Rust is all about ownership, and `&` means "don't free() this".

what steveklabnik said. if I understand correctly, this is dealing with that 5 as if integers were a generic type. which is the expected "default" behavior (as in compiler design, not programmer daily use). a generic type would be stored on the heap, and references there make sense to avoid copies. what happens here is that integers are special because they are stored in the stack, they are immutable, and always copied, but this special behavior, which makes the reference "absurd" here, hasn't been dealt with (yet).

so yeah, it looks super weird, but when you stop to think about it, it's just that we are so used to integers being "special" that when we see them treated like a generic type it makes us cringe. interesting.

This is incorrect. In general, a reference can point to either the stack or the heap, including when generics are used. It is possible in theory for the Rust compiler to implement an ABI optimization where function arguments that are references to small values would be passed by value instead, at least in some cases (see my other post). However, that optimization does not currently exist.

Edit: But in this case the reference will be optimized away anyway, because the callee function will be inlined.

Edit 2: Actually, the optimization does exist at the LLVM level, though it only applies in some cases. See my other comment:

https://news.ycombinator.com/item?id=19997818

Perhaps "special" here means "implements the std::marker::Copy trait"?

Or is there something else going on?

The optimizer should take care of that, yeah. The ABI isn’t defined so it can re-write stuff. And inlining, all that fun stuff.
Will the calling convention pass this by value even if it isn't inlined? My hope is that the ABI would systematically decide: "passing a const ref to a type that fits in a machine word is silly, so we never do that."
I think so, but am not sure. The spec answer is “who knows” because it’s not defined, but practically I’m not 100% sure if the compiler does it always today.
No, it never does that optimization:

https://play.rust-lang.org/?version=stable&mode=release&edit...

(see assembly output)

Edit 2: I lied: Rust doesn't perform such an optimization but LLVM does, -argpromote. But it only works if the callee is compiled in the same LLVM module as the caller (or with non-thin LTO), and is not visible outside that module. And since it has to respect pointer identity, it only works in a subset of cases.

Original post:

It arguably cannot, because you can cast the reference to a raw pointer and compare it to other pointers, though I don't think there's been a proper discussion on whether or not references are guaranteed to preserve pointer identity.

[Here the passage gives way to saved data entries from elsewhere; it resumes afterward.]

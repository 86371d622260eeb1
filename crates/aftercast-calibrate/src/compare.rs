//! The comparison table: every observational method against the experimental truth.
//!
//! Per method and setting (pool, or series): the point estimate, its interval (equal-tailed,
//! at the options' level), `bias = estimate - truth`, `relative_bias = bias / truth`,
//! `bias_in_truth_sd = bias / sd(truth draws)`, whether the method's interval covers the
//! truth's point value, and whether its verdict word equals the experiment's.

use crate::error::{CalibrateError, CalibrateResult};
use crate::estimators::{MethodEstimate, UnitEstimator};
use crate::history::HistoryRecord;
use crate::sample::{Pool, UnitCompareSpec, observational_sample};
use crate::truth::{Metric, Truth, experiment_truth};
use aftercast_core::estimate::Inference;
use aftercast_core::estimate::{Estimate, Per, Point, Scope};
use aftercast_core::result::{EffectBlock, EffectDraws, EstimateRow, Summary, Verdict};
use aftercast_core::table::InputInfo;
use aftercast_core::units::UnitTable;
use aftercast_resample::{judge, scalar_block};
use serde::{Deserialize, Serialize};
use serde_json::{Map, Value, json};

/// The truth as the table needs it, for unit-level and series-level comparisons alike.
#[derive(Debug, Clone, Serialize, Deserialize)]
pub struct TruthSummary {
    /// What the truth is ("difference in means of re78", ...).
    pub label: String,
    /// The truth's point value.
    pub point: f64,
    /// Summary of its draws.
    pub summary: Summary,
    /// Effect block.
    pub effect: EffectBlock,
    /// Verdict.
    pub verdict: Verdict,
    /// Further numbers (arm values, counts, allocation).
    pub details: Map<String, Value>,
    /// The truth's draws (effect and control level per draw), for the one summary path.
    #[serde(skip)]
    pub draws: Vec<f64>,
    /// Control level per draw.
    #[serde(skip)]
    pub baseline: Vec<f64>,
    /// The control level at the point.
    #[serde(skip)]
    pub baseline_point: f64,
    /// Units (or periods) the cumulative effect is summed over.
    #[serde(skip)]
    pub units: usize,
}

impl From<&Truth> for TruthSummary {
    fn from(t: &Truth) -> Self {
        let mut details = Map::new();
        details.insert("treated_value".into(), json!(t.treated_value));
        details.insert("control_value".into(), json!(t.control_value));
        details.insert("n_treated".into(), json!(t.n_treated));
        details.insert("n_control".into(), json!(t.n_control));
        let label = match &t.metric {
            Metric::Mean { outcome } => format!("difference in means of {outcome}"),
            Metric::Ratio { numerator, denominator } => format!("difference in {numerator}/{denominator}"),
        };
        TruthSummary {
            label,
            point: t.point,
            summary: t.summary,
            effect: t.effect.clone(),
            verdict: t.verdict,
            details,
            draws: t.draws.clone(),
            baseline: t.baseline.clone(),
            baseline_point: t.control_value,
            units: t.n_treated,
        }
    }
}

/// One row of the comparison table.
#[derive(Debug, Clone, Serialize, Deserialize)]
pub struct ComparisonRow {
    /// Method.
    pub method: String,
    /// Setting (pool name, series).
    pub setting: String,
    /// Estimand the method targets.
    pub estimand: String,
    /// Point estimate.
    pub estimate: f64,
    /// Summary of the method's draws (`estimate` is the point).
    pub summary: Summary,
    /// Estimate minus truth.
    pub bias: f64,
    /// Bias divided by the truth (NaN when the truth is 0).
    pub relative_bias: f64,
    /// Bias divided by the sd of the truth's draws.
    pub bias_in_truth_sd: f64,
    /// Whether the highest-density interval `[summary.hdi_lower, summary.hdi_upper]` (the one
    /// the verdicts are judged on) holds the truth's point value.
    pub covers_truth: bool,
    /// The method's verdict.
    pub verdict: Verdict,
    /// Whether it equals the experiment's verdict.
    pub verdict_agrees: bool,
    /// Method-specific numbers.
    pub diagnostics: Map<String, Value>,
    /// Warnings of the method.
    pub warnings: Vec<String>,
}

impl ComparisonRow {
    /// Build a row from a method's draws. `n_treated` scales the cumulative effect.
    pub fn new(
        method: &str,
        setting: &str,
        est: MethodEstimate,
        truth: &TruthSummary,
        n_treated: Option<usize>,
        opts: &Inference,
    ) -> Self {
        let base_point = est.baseline.as_ref().map(|b| b.iter().sum::<f64>() / b.len().max(1) as f64);
        let (effect, _) = scalar_block(est.point, base_point, &est.draws, est.baseline.as_deref(), n_treated, opts);
        let (verdict, _) = judge(&effect, &opts.rope);
        let summary = effect.average;
        let bias = est.point - truth.point;
        ComparisonRow {
            method: method.into(),
            setting: setting.into(),
            estimand: est.estimand,
            estimate: est.point,
            summary,
            bias,
            relative_bias: if truth.point != 0.0 { bias / truth.point } else { f64::NAN },
            bias_in_truth_sd: if truth.summary.sd > 0.0 { bias / truth.summary.sd } else { f64::NAN },
            covers_truth: summary.hdi_lower <= truth.point && truth.point <= summary.hdi_upper,
            verdict,
            verdict_agrees: verdict == truth.verdict,
            diagnostics: est.diagnostics,
            warnings: est.warnings,
        }
    }

    /// The row in the shared result's form.
    pub fn to_estimate_row(&self) -> EstimateRow {
        EstimateRow {
            method: self.method.clone(),
            setting: self.setting.clone(),
            estimand: self.estimand.clone(),
            summary: self.summary,
            bias: self.bias,
            relative_bias: self.relative_bias,
            bias_in_truth_sd: self.bias_in_truth_sd,
            covers_truth: self.covers_truth,
            verdict: self.verdict,
            verdict_agrees: self.verdict_agrees,
            diagnostics: self.diagnostics.clone(),
            warnings: self.warnings.clone(),
        }
    }
}

/// A method that could not run on a setting (the table goes on without it).
#[derive(Debug, Clone, Serialize, Deserialize)]
pub struct MethodFailure {
    /// Method.
    pub method: String,
    /// Setting.
    pub setting: String,
    /// The error, as text.
    pub message: String,
}

/// A finished comparison.
#[derive(Debug, Clone, Serialize, Deserialize)]
pub struct Comparison {
    /// The truth.
    pub truth: TruthSummary,
    /// One row per method and setting.
    pub rows: Vec<ComparisonRow>,
    /// Methods that failed.
    pub failures: Vec<MethodFailure>,
    /// Options used.
    pub options: Inference,
    /// Input files.
    pub inputs: Vec<InputInfo>,
    /// Plain-language warnings.
    pub warnings: Vec<String>,
    /// "units" or "series".
    pub kind: String,
}

impl Comparison {
    /// One history record per row.
    pub fn history_records(&self) -> Vec<HistoryRecord> {
        self.rows
            .iter()
            .map(|r| HistoryRecord {
                method: r.method.clone(),
                setting: r.setting.clone(),
                metric: self.truth.label.clone(),
                truth: self.truth.point,
                estimate: r.estimate,
                lower: r.summary.lower,
                upper: r.summary.upper,
                level: self.options.level,
            })
            .collect()
    }

    /// The one estimate of a comparison: the experiment's difference as the point, the truth's
    /// draws, the per-method rows as the `estimates` section.
    pub fn estimate(&self) -> Estimate<CompareDiagnostics> {
        let mut warnings = self.warnings.clone();
        for f in &self.failures {
            warnings.push(format!(
                "{} could not run on {} and has no row in the comparison ({}): fix that cause, or leave the method out of --methods",
                f.method, f.setting, f.message
            ));
        }
        let diagnostics = CompareDiagnostics {
            kind: self.kind.clone(),
            truth_label: self.truth.label.clone(),
            truth_point: self.truth.point,
            truth_details: self.truth.details.clone(),
            failed_methods: self.failures.clone(),
        };
        let t = &self.truth;
        let mut est = Estimate::new(
            "compare",
            "experiment",
            if self.kind == "units" { "ATT" } else { "effect on the treated arm" },
            Point::Scalar { effect: t.point, baseline: Some(t.baseline_point) },
            EffectDraws::Scalar { effect: t.draws.clone(), baseline: Some(t.baseline.clone()) },
            Scope { per: Per::Unit, units: t.units },
            diagnostics,
        );
        est.sections.truth = Some(t.summary.with_estimate(t.point));
        est.sections.estimates = Some(self.rows.iter().map(ComparisonRow::to_estimate_row).collect());
        for w in warnings {
            est.warn(w);
        }
        est.assumptions = vec![
            "The experiment's arms were randomized, so their difference is the effect on the treated arm.".into(),
            "The pools describe the same kind of units as the experiment and none of them received the change.".into(),
            "Each observational method is judged by how far its answer lands from the experiment's, on this experiment only.".into(),
        ];
        est
    }
}

/// The typed diagnostics of a comparison.
#[derive(Debug, Clone, Serialize)]
pub struct CompareDiagnostics {
    /// "units" or "series".
    pub kind: String,
    /// What the truth is.
    pub truth_label: String,
    /// The truth's point value.
    pub truth_point: f64,
    /// Arm values, counts, allocation.
    pub truth_details: Map<String, Value>,
    /// Methods that could not run.
    #[serde(skip_serializing_if = "Vec::is_empty")]
    pub failed_methods: Vec<MethodFailure>,
}

/// Compare every method on every pool against the experiment's truth.
///
/// The truth is the arm difference of `spec.outcome` in `experiment`; each method sees the
/// experiment's treated arm plus one pool as untreated units.
///
/// # Errors
/// Errors of the truth ([`experiment_truth`]) and of building the samples. A method that fails
/// on a pool does not stop the comparison: it is listed in [`Comparison::failures`].
pub fn compare_units(
    experiment: &UnitTable,
    pools: &[Pool],
    spec: &UnitCompareSpec,
    methods: &[&dyn UnitEstimator],
    opts: &Inference,
) -> CalibrateResult<Comparison> {
    opts.check()?;
    if pools.is_empty() {
        return Err(CalibrateError::BadParameter {
            name: "--pool",
            value: String::new(),
            detail: "at least one pool".into(),
        });
    }
    let truth = experiment_truth(experiment, &Metric::Mean { outcome: spec.outcome.clone() }, opts)?;
    let ts = TruthSummary::from(&truth);
    let mut rows = Vec::new();
    let mut failures = Vec::new();
    let mut inputs = vec![experiment.input.clone()];
    let mut warnings = Vec::new();
    if experiment.dropped_rows > 0 {
        warnings.push(format!(
            "{} experiment rows with empty cells were dropped, so the experiment's answer covers the remaining units only: fill those cells if the dropped units matter",
            experiment.dropped_rows
        ));
    }
    for pool in pools {
        inputs.push(pool.input.clone());
        if pool.dropped_rows > 0 {
            warnings.push(format!(
                "{} rows of pool {} with empty cells were dropped, so the methods compare against the remaining rows of that pool only: fill those cells if the dropped units matter",
                pool.dropped_rows, pool.name
            ));
        }
        let sample = observational_sample(experiment, pool, &spec.outcome)?;
        for m in methods {
            let _stage = aftercast_core::progress::stage(format!("{} on {}", m.name(), pool.name), None);
            match m.estimate(&sample, &spec.outcome, &spec.covariates, opts) {
                Ok(est) => rows.push(ComparisonRow::new(&m.name(), &pool.name, est, &ts, Some(truth.n_treated), opts)),
                Err(e) => failures.push(MethodFailure {
                    method: m.name(),
                    setting: pool.name.clone(),
                    message: format!("{e}"),
                }),
            }
        }
    }
    Ok(Comparison { truth: ts, rows, failures, options: *opts, inputs, warnings, kind: "units".into() })
}
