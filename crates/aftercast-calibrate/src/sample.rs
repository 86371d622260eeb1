//! Reading an experiment and a non-experimental pool, and joining the experiment's treated
//! arm with the pool into the observational sample the estimators see.

use crate::error::{CalibrateError, CalibrateResult};
use aftercast_core::policy::MissingPolicy;
use aftercast_core::table::{InputInfo, RawTable};
use aftercast_core::units::{UnitSpec, UnitTable};
use serde::{Deserialize, Serialize};

/// Columns of a unit-level comparison.
#[derive(Debug, Clone, Default, Serialize, Deserialize)]
pub struct UnitCompareSpec {
    /// Randomized arm column of the experiment (treated / control, 1 / 0, ...).
    pub arm: String,
    /// Outcome column (in the experiment and in every pool).
    pub outcome: String,
    /// Numeric covariates (in the experiment and in every pool).
    pub covariates: Vec<String>,
    /// Empty cells: refuse the file, or drop the unit and count it.
    pub missing: MissingPolicy,
}

/// A non-experimental pool of untreated units.
#[derive(Debug, Clone)]
pub struct Pool {
    /// Label of the pool (the file stem unless given).
    pub name: String,
    /// The file it came from.
    pub input: InputInfo,
    /// Source line of each unit.
    pub lines: Vec<u64>,
    /// Outcome per unit.
    pub outcome: Vec<f64>,
    /// Covariates by name.
    pub numeric: Vec<(String, Vec<f64>)>,
    /// Rows dropped under the missing-value policy.
    pub dropped_rows: usize,
}

impl UnitCompareSpec {
    /// The columns of the experiment's file: arm as text, outcome and covariates as numbers.
    pub fn experiment_projection(&self) -> aftercast_core::Projection {
        aftercast_core::Projection::none().text(&self.arm).number(&self.outcome).numbers(&self.covariates)
    }

    /// The columns of a pool's file: outcome and covariates.
    pub fn pool_projection(&self) -> aftercast_core::Projection {
        aftercast_core::Projection::none().number(&self.outcome).numbers(&self.covariates)
    }
}

/// Read the experiment: arm, outcome and covariates.
///
/// # Errors
/// The core reader's [`aftercast_core::DataError`]s (missing column, bad number, constant arm).
pub fn read_experiment(table: &RawTable, spec: &UnitCompareSpec) -> CalibrateResult<UnitTable> {
    let us = UnitSpec {
        treatment: spec.arm.clone(),
        outcomes: vec![spec.outcome.clone()],
        numeric: spec.covariates.clone(),
        missing: spec.missing,
        ..Default::default()
    };
    Ok(UnitTable::from_table(table, &us)?)
}

/// Read a pool: outcome and covariates of every row (all rows are taken as untreated; an arm
/// or treatment column in the pool is ignored).
///
/// # Errors
/// [`aftercast_core::DataError`] for a missing column, bad number or missing value (policy
/// `Error`); [`CalibrateError::EmptyGroup`] when no row is left.
pub fn read_pool(table: &RawTable, spec: &UnitCompareSpec, name: Option<&str>) -> CalibrateResult<Pool> {
    let mut cols = vec![table.number_column(&spec.outcome, spec.missing)?];
    for c in &spec.covariates {
        cols.push(table.number_column(c, spec.missing)?);
    }
    let mut lines = Vec::new();
    let mut vals: Vec<Vec<f64>> = vec![Vec::new(); cols.len()];
    let mut dropped = 0;
    for r in 0..table.row_count() {
        let cells: Option<Vec<f64>> = cols.iter().map(|c| c[r]).collect();
        match cells {
            Some(v) => {
                lines.push(table.line(r));
                for (k, x) in v.into_iter().enumerate() {
                    vals[k].push(x);
                }
            }
            None => dropped += 1,
        }
    }
    if lines.is_empty() {
        return Err(CalibrateError::EmptyGroup { what: "pool", path: table.path().to_path_buf() });
    }
    let outcome = vals.remove(0);
    let name = name
        .map(str::to_string)
        .unwrap_or_else(|| Some(table.short_name()).filter(|s| !s.is_empty()).unwrap_or_else(|| "pool".into()));
    Ok(Pool {
        name,
        input: table.info(),
        lines,
        outcome,
        numeric: spec.covariates.iter().cloned().zip(vals).collect(),
        dropped_rows: dropped,
    })
}

/// The observational sample: the experiment's treated arm (treated) followed by the pool
/// (untreated); the experiment's own control arm is left out, as if it had never existed.
///
/// # Errors
/// [`CalibrateError::MissingColumn`] when the experiment lacks the outcome or a covariate the
/// pool has been read with.
pub fn observational_sample(experiment: &UnitTable, pool: &Pool, outcome: &str) -> CalibrateResult<UnitTable> {
    let exp_path: std::path::PathBuf = experiment.input.path.clone().into();
    let y = experiment.outcome(outcome).or_else(|| experiment.numeric(outcome)).ok_or_else(|| {
        CalibrateError::MissingColumn { path: exp_path.clone(), name: outcome.into(), what: "outcome" }
    })?;
    let rows: Vec<usize> = (0..experiment.len()).filter(|&i| experiment.treated[i]).collect();
    let n = rows.len() + pool.outcome.len();
    let mut ids = Vec::with_capacity(n);
    let mut lines = Vec::with_capacity(n);
    for &i in &rows {
        ids.push(format!("experiment {}", experiment.id(i)));
        lines.push(experiment.lines[i]);
    }
    for &l in &pool.lines {
        ids.push(format!("{} line {l}", pool.name));
        lines.push(l);
    }
    let mut treated = vec![true; rows.len()];
    treated.extend(std::iter::repeat_n(false, pool.outcome.len()));
    let mut yy: Vec<f64> = rows.iter().map(|&i| y[i]).collect();
    yy.extend_from_slice(&pool.outcome);
    let mut numeric = Vec::with_capacity(pool.numeric.len());
    for (name, pv) in &pool.numeric {
        let ev = experiment.numeric(name).ok_or_else(|| CalibrateError::MissingColumn {
            path: exp_path.clone(),
            name: name.clone(),
            what: "covariate",
        })?;
        let mut v: Vec<f64> = rows.iter().map(|&i| ev[i]).collect();
        v.extend_from_slice(pv);
        numeric.push((name.clone(), v));
    }
    Ok(UnitTable {
        ids,
        lines,
        treated,
        outcomes: vec![(outcome.to_string(), yy)],
        numeric,
        categorical: Vec::new(),
        input: InputInfo {
            path: format!("{} (treated arm) + {}", experiment.input.path, pool.input.path),
            sha256: String::new(),
            rows: n,
        },
        dropped_rows: pool.dropped_rows,
    })
}
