fn read_csv(src: &EventSource, plan: &Plan<'_>, threads: usize) -> WindowsResult<Acc> {
    let path = &src.path;
    let file = open_input(path).map_err(|e| io_err(path, "cannot open the event log", e))?;
    let mut reader: Box<dyn Read + Send> = match src.format {
        EventFormat::CsvGzip => {
            Box::new(flate2::read::MultiGzDecoder::new(std::io::BufReader::with_capacity(1 << 20, file)))
        }
        _ => Box::new(file),
    };
    let format: &'static str = if src.format == EventFormat::CsvGzip { "gzip CSV" } else { "CSV" };
    let read_err = |e: std::io::Error| -> WindowsError {
        if src.format == EventFormat::CsvGzip && e.kind() != std::io::ErrorKind::NotFound {
            WindowsError::Malformed { path: path.clone(), line: None, format: "gzip", message: e.to_string() }
        } else {
            io_err(path, "cannot read the event log", e)
        }
    };
    // Header: the first line.
    let mut buf: Vec<u8> = Vec::with_capacity(BLOCK + (1 << 16));
    let header_end = loop {
        if let Some(p) = buf.iter().position(|&b| b == b'\n') {
            break p;
        }
        let before = buf.len();
        let mut tmp = vec![0u8; 1 << 16];
        let n = reader.read(&mut tmp).map_err(read_err)?;
        if n == 0 {
            if before == 0 {
                return Err(WindowsError::Malformed {
                    path: path.clone(),
                    line: Some(1),
                    format,
                    message: "the file is empty".into(),
                });
            }
            break buf.len();
        }
        buf.extend_from_slice(&tmp[..n]);
    };
    let mut header_bytes = &buf[..header_end];
    if header_bytes.starts_with(&[0xEF, 0xBB, 0xBF]) {
        header_bytes = &header_bytes[3..];
    }
    let header: Vec<String> = {
        let mut r = csv::ReaderBuilder::new().has_headers(false).trim(csv::Trim::All).from_reader(header_bytes);
        let mut rec = csv::StringRecord::new();
        match r.read_record(&mut rec) {
            Ok(true) => rec.iter().map(str::to_string).collect(),
            Ok(false) => Vec::new(),
            Err(e) => {
                return Err(WindowsError::Malformed {
                    path: path.clone(),
                    line: Some(1),
                    format,
                    message: e.to_string(),
                });
            }
        }
    };
    let c = &src.columns;
    let cols = CsvCols {
        unit: find_col(path, &header, &c.unit)?,
        time: find_col(path, &header, &c.time)?,
        metric: find_col(path, &header, &c.metric)?,
        value: find_col(path, &header, &c.value)?,
        header,
    };
    let rest: Vec<u8> = if header_end < buf.len() { buf[header_end + 1..].to_vec() } else { Vec::new() };
    buf = rest;

    let first_error = FirstError::new();
    let (tx, rx) = std::sync::mpsc::sync_channel::<(usize, u64, Vec<u8>)>(threads * 2);
    let rx = Mutex::new(rx);
    let policy = plan.spec.bad_rows();
    let result: WindowsResult<Vec<Acc>> = std::thread::scope(|s| {
        let mut handles = Vec::new();
        for _ in 0..threads {
            handles.push(s.spawn(|| {
                let mut acc = plan.new_acc();
                loop {
                    let msg = rx.lock().unwrap_or_else(|p| p.into_inner()).recv();
                    let Ok((idx, line0, chunk)) = msg else { break };
                    if first_error.skip(idx) {
                        continue;
                    }
                    if let Err((line, e)) = csv_chunk(plan, &mut acc, &cols, path, line0, &chunk, policy) {
                        first_error.record(idx, line, e);
                    }
                }
                acc
            }));
        }
        // The reader: whole lines per chunk.
        let mut idx = 0usize;
        let mut line = 2u64;
        let mut eof = false;
        let mut read_result: WindowsResult<()> = Ok(());
        while !eof {
            let mut filled = buf.len();
            buf.resize(BLOCK.max(filled * 2), 0);
            while filled < buf.len() {
                match reader.read(&mut buf[filled..]) {
                    Ok(0) => {
                        eof = true;
                        break;
                    }
                    Ok(n) => filled += n,
                    Err(e) if e.kind() == std::io::ErrorKind::Interrupted => {}
                    Err(e) => {
                        read_result = Err(read_err(e));
                        eof = true;
                        break;
                    }
                }
            }
            buf.truncate(filled);
            if read_result.is_err() {
                break;
            }
            let cut = if eof { buf.len() } else { buf.iter().rposition(|&b| b == b'\n').map_or(0, |p| p + 1) };
            if cut == 0 && !eof {
                continue; // a line longer than the buffer: read more
            }
            let tail = buf.split_off(cut);
            let chunk = std::mem::replace(&mut buf, tail);
            if chunk.is_empty() {
                continue;
            }
            let lines = chunk.iter().filter(|&&b| b == b'\n').count() as u64;
            if tx.send((idx, line, chunk)).is_err() {
                break;
            }
            idx += 1;
            line += lines;
        }
        drop(tx);
        let accs: Vec<Acc> = handles.into_iter().map(|h| h.join().unwrap_or_else(|_| plan.new_acc())).collect();
        read_result.map(|()| accs)
    });
    let accs = result?;
    if let Some(e) = first_error.take() {
        return Err(e);
    }
    Ok(merge_all(accs))
}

Edit 1: However, Rust's compilation model does theoretically allow the compiler to modify a function's ABI based on its implementation, at least in some cases, so it could theoretically perform the optimization only when calling functions which it knows don't care about pointer identity. That would avoid violating the aforementioned guarantee that may or may not exist, but it would be less reliable, as the compiler's analysis would inevitably lose track of some pointer values and treat them as escaping, thus potentially identity-sensitive, when they're actually not.

It's because the std::ops::RangeInclusive struct is meant to be much more generic than just ranges over machine-sized integers. I think a generic range struct in C++ would similarly take references.
Wouldn't it be possible to allow passing by value (i.e. moving) if a reference is expected? If I don't need my value afterwards or the type is `Copy`, it shouldn't be a problem, right? Of course, the function would still receive a reference, only at the call site or wouldn't be visible. A clear gain for ergonomy.
I wonder if the API could be expanded to accept any type that implements `Borrow<T>`, like `HashMap::get`. Then both `5` and `&5` could work.